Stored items
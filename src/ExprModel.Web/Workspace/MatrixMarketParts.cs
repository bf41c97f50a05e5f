using System.Globalization;
using System.IO.Compression;
using System.Text;
using ExprModel.Web.Hosting;
using ExprModel.Web.Simulation;

namespace ExprModel.Web.Workspace;

/// <summary>
/// Which uploaded file is the Matrix Market matrix and which are its sidecars (the genes or features file naming the
/// rows, the barcodes or cells file naming the columns), told apart by content and name: the matrix by its
/// "%%MatrixMarket" banner (gzip or not), a sidecar by its name (feature/gene, barcode/cell) or else by its line count
/// matching the matrix's rows or columns. A missing, extra or mismatched file is refused here, before any reading,
/// with both files named ("matrix.mtx has 2,000 rows but genes.tsv lists 1,998 genes").
/// </summary>
public sealed class MatrixMarketParts
{
    public required ReceivedFile Matrix { get; init; }
    public required ReceivedFile Genes { get; init; }
    public required ReceivedFile Cells { get; init; }
    /// <summary>The size line: rows (genes), columns (cells) and stored entries.</summary>
    public required long Rows { get; init; }
    public required long Columns { get; init; }
    public required long Entries { get; init; }

    /// <summary>One line for the Load page and notes.</summary>
    public string Summary =>
        $"Matrix Market matrix {Matrix.Name}: {Rows.ToString("N0", CultureInfo.InvariantCulture)} genes (named by {Genes.Name}) × "
        + $"{Columns.ToString("N0", CultureInfo.InvariantCulture)} cells (named by {Cells.Name}), "
        + $"{Entries.ToString("N0", CultureInfo.InvariantCulture)} stored values.";

    private const string Banner = "%%MatrixMarket";
    private const int HeadBytes = 64 * 1024;

    /// <summary>True when the file starts with the Matrix Market banner (after gzip, if gzip).</summary>
    public static bool IsMatrix(ReceivedFile file)
    {
        try { return Encoding.ASCII.GetString(Head(file, Banner.Length)) == Banner; }
        catch (UserInputException) { return false; } // damaged gzip: the table reader reports it with its location
    }

    /// <summary>
    /// Sorts the files of one upload. Null when none is a Matrix Market matrix and there is one file (an ordinary table).
    /// </summary>
    /// <exception cref="UserInputException">Several files and no matrix; two matrices; a missing, extra or mismatched sidecar.</exception>
    /// <exception cref="UploadTooLargeException">A sidecar inflates past the limits.</exception>
    public static MatrixMarketParts? Identify(IReadOnlyList<ReceivedFile> files, UploadLimits limits, CancellationToken cancel = default)
    {
        var matrices = files.Where(IsMatrix).ToList();
        if (matrices.Count == 0)
        {
            if (files.Count == 1) return null;
            throw new UserInputException($"{Names(files)}: {files.Count} files but none is a Matrix Market matrix (first line "
                + $"'{Banner} matrix coordinate ...'). Send one table, or one matrix with its genes and barcodes files.");
        }
        if (matrices.Count > 1)
            throw new UserInputException($"{Names(matrices)}: {matrices.Count} Matrix Market matrices in one upload; send one matrix with its "
                + "genes and barcodes files.");
        var matrix = matrices[0];
        var (rows, columns, entries) = SizeLine(matrix);
        string m = matrix.Name;

        var sidecars = files.Where(f => f != matrix).Select(f => (File: f, Lines: CountLines(f, limits, cancel), Role: RoleByName(f))).ToList();
        var genes = sidecars.Where(s => s.Role == Role.Genes).ToList();
        var cells = sidecars.Where(s => s.Role == Role.Cells).ToList();
        if (genes.Count > 1) throw new UserInputException($"{Names(genes.Select(g => g.File))}: two files name the genes of {m}; send one.");
        if (cells.Count > 1) throw new UserInputException($"{Names(cells.Select(c => c.File))}: two files name the cells of {m}; send one.");
        // Files whose names say nothing take the role their line count fits.
        foreach (var s in sidecars.Where(s => s.Role == Role.Unknown).ToList())
        {
            bool fitsRows = s.Lines == rows && genes.Count == 0, fitsColumns = s.Lines == columns && cells.Count == 0;
            if (fitsRows && fitsColumns)
                throw new UserInputException($"{s.File.Name}: its {s.Lines:N0} lines fit both the rows and the columns of {m}; name it "
                    + "genes.tsv (or features.tsv) or barcodes.tsv so it is clear which it is.");
            if (fitsRows) genes.Add(s);
            else if (fitsColumns) cells.Add(s);
            else
                throw new UserInputException($"{s.File.Name}: {s.Lines:N0} lines, which match neither the {rows:N0} rows (genes) nor the "
                    + $"{columns:N0} columns (cells) of {m}; it is not one of its sidecar files.");
        }
        if (genes.Count == 0)
            throw new UserInputException($"{m} came without its genes file: add the features.tsv or genes.tsv that names its {rows:N0} rows "
                + "(one gene per line).");
        if (cells.Count == 0)
            throw new UserInputException($"{m} came without its cells file: add the barcodes.tsv that names its {columns:N0} columns "
                + "(one cell per line).");
        if (genes[0].Lines != rows)
            throw new UserInputException($"{m} has {rows:N0} rows but {genes[0].File.Name} lists {genes[0].Lines:N0} genes.");
        if (cells[0].Lines != columns)
            throw new UserInputException($"{m} has {columns:N0} columns but {cells[0].File.Name} lists {cells[0].Lines:N0} cells.");
        return new MatrixMarketParts
        {
            Matrix = matrix,
            Genes = genes[0].File,
            Cells = cells[0].File,
            Rows = rows,
            Columns = columns,
            Entries = entries,
        };
    }

    private enum Role { Unknown, Genes, Cells }

    private static Role RoleByName(ReceivedFile f)
    {
        var name = f.FileName.ToLowerInvariant();
        bool genes = name.Contains("feature") || name.Contains("gene"), cells = name.Contains("barcode") || name.Contains("cell");
        return genes == cells ? Role.Unknown : genes ? Role.Genes : Role.Cells;
    }

    private static string Names(IEnumerable<ReceivedFile> files) => string.Join(", ", files.Select(f => f.Name));

    /// <summary>The size line "rows columns entries" after the banner and comment lines.</summary>
    private static (long Rows, long Columns, long Entries) SizeLine(ReceivedFile matrix)
    {
        var lines = Encoding.UTF8.GetString(Head(matrix, HeadBytes)).Split('\n');
        for (int i = 1; i < lines.Length - 1; i++)
        {
            var line = lines[i].Trim();
            if (line.Length == 0 || line.StartsWith('%')) continue;
            var f = line.Split([' ', '\t'], StringSplitOptions.RemoveEmptyEntries);
            if (f.Length == 3 && long.TryParse(f[0], NumberStyles.None, CultureInfo.InvariantCulture, out long r)
                && long.TryParse(f[1], NumberStyles.None, CultureInfo.InvariantCulture, out long c)
                && long.TryParse(f[2], NumberStyles.None, CultureInfo.InvariantCulture, out long e))
                return (r, c, e);
            throw new UserInputException($"{matrix.Name}: line {i + 1}: the size line must be 'rows columns entries' (three whole numbers), "
                + $"found '{(line.Length > 60 ? line[..60] + "…" : line)}'.");
        }
        throw new UserInputException($"{matrix.Name}: no size line 'rows columns entries' in its first {HeadBytes / 1024} KB.");
    }

    /// <summary>Non-blank lines (the readers skip blank ones), inflating gzip within the upload limits.</summary>
    private static long CountLines(ReceivedFile file, UploadLimits limits, CancellationToken cancel)
    {
        if (Head(file, HeadBytes).Contains((byte)0))
            throw new UserInputException($"{file.Name}: holds NUL bytes; not a text file (a genes, features or barcodes list, optionally gzip).");
        using var s = Open(file);
        var buffer = new byte[1 << 16];
        long lines = 0, physical = 0, total = 0;
        bool blank = true;
        int n;
        while ((n = Read(s, file, buffer)) > 0)
        {
            cancel.ThrowIfCancellationRequested();
            total += n;
            if (total > limits.MaxDecompressedBytes)
                throw new UploadTooLargeException($"{file.Name}: inflates past this server's limit of {limits.MaxDecompressedBytes / (1024.0 * 1024.0):0.##} "
                    + $"MB ({WebOptions.Section}:MaxDecompressedMegabytes).");
            foreach (byte b in buffer.AsSpan(0, n))
            {
                if (b == (byte)'\n')
                {
                    if (!blank) lines++;
                    if (++physical > limits.MaxLines)
                        throw new UploadTooLargeException($"{file.Name}: more than {limits.MaxLines:N0} lines ({WebOptions.Section}:MaxTableLines).");
                    blank = true;
                }
                else if (b is not ((byte)' ' or (byte)'\t' or (byte)'\r')) blank = false;
            }
        }
        return blank ? lines : lines + 1;
    }

    private static byte[] Head(ReceivedFile file, int count)
    {
        using var s = Open(file);
        var head = new byte[count];
        int n = 0, r;
        while (n < count && (r = Read(s, file, head.AsSpan(n))) > 0) n += r;
        return head[..n];
    }

    private static Stream Open(ReceivedFile file)
    {
        var raw = new FileStream(file.Path, FileMode.Open, FileAccess.Read, FileShare.Read, 1 << 16);
        Span<byte> magic = stackalloc byte[2];
        int n = raw.ReadAtLeast(magic, 2, throwOnEndOfStream: false);
        raw.Position = 0;
        return n == 2 && magic[0] == 0x1f && magic[1] == 0x8b ? new GZipStream(raw, CompressionMode.Decompress) : raw;
    }

    private static int Read(Stream s, ReceivedFile file, Span<byte> buffer)
    {
        try { return s.Read(buffer); }
        catch (InvalidDataException) { throw new UserInputException($"{file.Name}: the gzip data is damaged or truncated."); }
    }
}
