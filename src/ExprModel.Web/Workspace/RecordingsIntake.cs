using ExprModel.Core.Mapping;
using ExprModel.Core.Recordings;
using ExprModel.Web.Simulation;

namespace ExprModel.Web.Workspace;

/// <summary>
/// The Load page's recordings panel without its markup: uploads of recorded sweeps and of a recorded-features table
/// into the workspace's <see cref="RecordedData"/>, the metadata table as the default features table, the demo
/// recordings, and the column match the user edits. <paramref name="changed"/> is called whenever something shown changed.
/// </summary>
public sealed class RecordingsIntake(WorkspaceState workspace, Func<Task> changed)
{
    public RecordedData Recorded => workspace.Recorded;
    public bool Busy { get; private set; }
    /// <summary>The last problem, as the library reported it (file and dataset path or line).</summary>
    public string? Error { get; private set; }

    /// <summary>Reads and measures uploaded sweep families (NWB files, trace tables); a bad file changes nothing.</summary>
    public Task AddSweepsAsync(IReadOnlyList<UploadedFile> files) => Guarded(async () =>
    {
        var cells = await Task.Run(() => RecordingUploads.ReadSweeps(files));
        await Task.Run(() => Recorded.AddSweeps(cells));
    });

    /// <summary>Reads the demo's recordings folder (one NWB file per cell).</summary>
    public Task AddDemoSweepsAsync(string directory) => Guarded(async () =>
    {
        IReadOnlyList<RecordedCell> cells;
        try { cells = await Task.Run(() => RecordingReader.Read(directory)); }
        catch (RecordingFormatException e) { throw new UserInputException(e.Message); }
        await Task.Run(() => Recorded.AddSweeps(cells));
    });

    /// <summary>An uploaded recorded-features table replaces the metadata table as the source of recorded values.</summary>
    public Task UseFeatureTableAsync(UploadedFile file) => Guarded(async () =>
    {
        var table = await Task.Run(() => RecordingUploads.ReadFeatureTable(file));
        Recorded.UseTable(table, isMetadata: false);
    });

    /// <summary>
    /// The metadata table's recorded columns (units in the headers) are the default recorded values; an uploaded
    /// features table takes precedence. A metadata table that cannot be read as one is reported here only.
    /// </summary>
    public Task UseMetadataAsync(UploadedFile metadata) => Recorded.Table is not null && !Recorded.TableIsMetadata ? Task.CompletedTask : Guarded(async () =>
    {
        var table = await Task.Run(() => RecordingUploads.ReadFeatureTable(metadata));
        Recorded.UseTable(table, isMetadata: true);
    });

    /// <summary>Shows <paramref name="message"/> (an upload refused before reading).</summary>
    public Task Refuse(string message)
    {
        Error = message;
        return changed();
    }

    public void Choose(string header, string readout) => Guard(() => Recorded.Choose(header, readout));

    public void ClearSweeps() { Recorded.ClearSweeps(); Error = null; _ = changed(); }

    public void ClearTable() { Recorded.ClearTable(); Error = null; _ = changed(); }

    /// <summary>Ties the recorded data to the table just read; false (with <see cref="Error"/>) when a recorded cell is not in it.</summary>
    public bool MatchTo(ExpressionDataset data)
    {
        try { Recorded.Match(data); Error = null; return true; }
        catch (UserInputException e) { Error = e.Message; return false; }
    }

    private void Guard(Action act)
    {
        try { act(); Error = null; }
        catch (UserInputException e) { Error = e.Message; }
        _ = changed();
    }

    private async Task Guarded(Func<Task> act)
    {
        Busy = true;
        Error = null;
        await changed();
        try { await act(); }
        catch (UserInputException e) { Error = e.Message; }
        finally { Busy = false; }
        await changed();
    }
}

◆ What the task requires: Please reproduce the closing stretch of the records, from the line with "public void ClearSweeps()" through the last line, exactly as it stands.

◆ Task output:
    public void ClearSweeps() { Recorded.ClearSweeps(); Error = null; _ = changed(); }

    public void ClearTable() { Recorded.ClearTable(); Error = null; _ = changed(); }

    /// <summary>Ties the recorded data to the table just read; false (with <see cref="Error"/>) when a recorded cell is not in it.</summary>
    public bool MatchTo(ExpressionDataset data)
    {
        try { Recorded.Match(data); Error = null; return true; }
        catch (UserInputException e) { Error = e.Message; return false; }
    }

    private void Guard(Action act)
    {
        try { act(); Error = null; }
        catch (UserInputException e) { Error = e.Message; }
        _ = changed();
    }

    private async Task Guarded(Func<Task> act)
    {
        Busy = true;
        Error = null;
        await changed();
        try { await act(); }
        catch (UserInputException e) { Error = e.Message; }
        finally { Busy = false; }
        await changed();
    }
}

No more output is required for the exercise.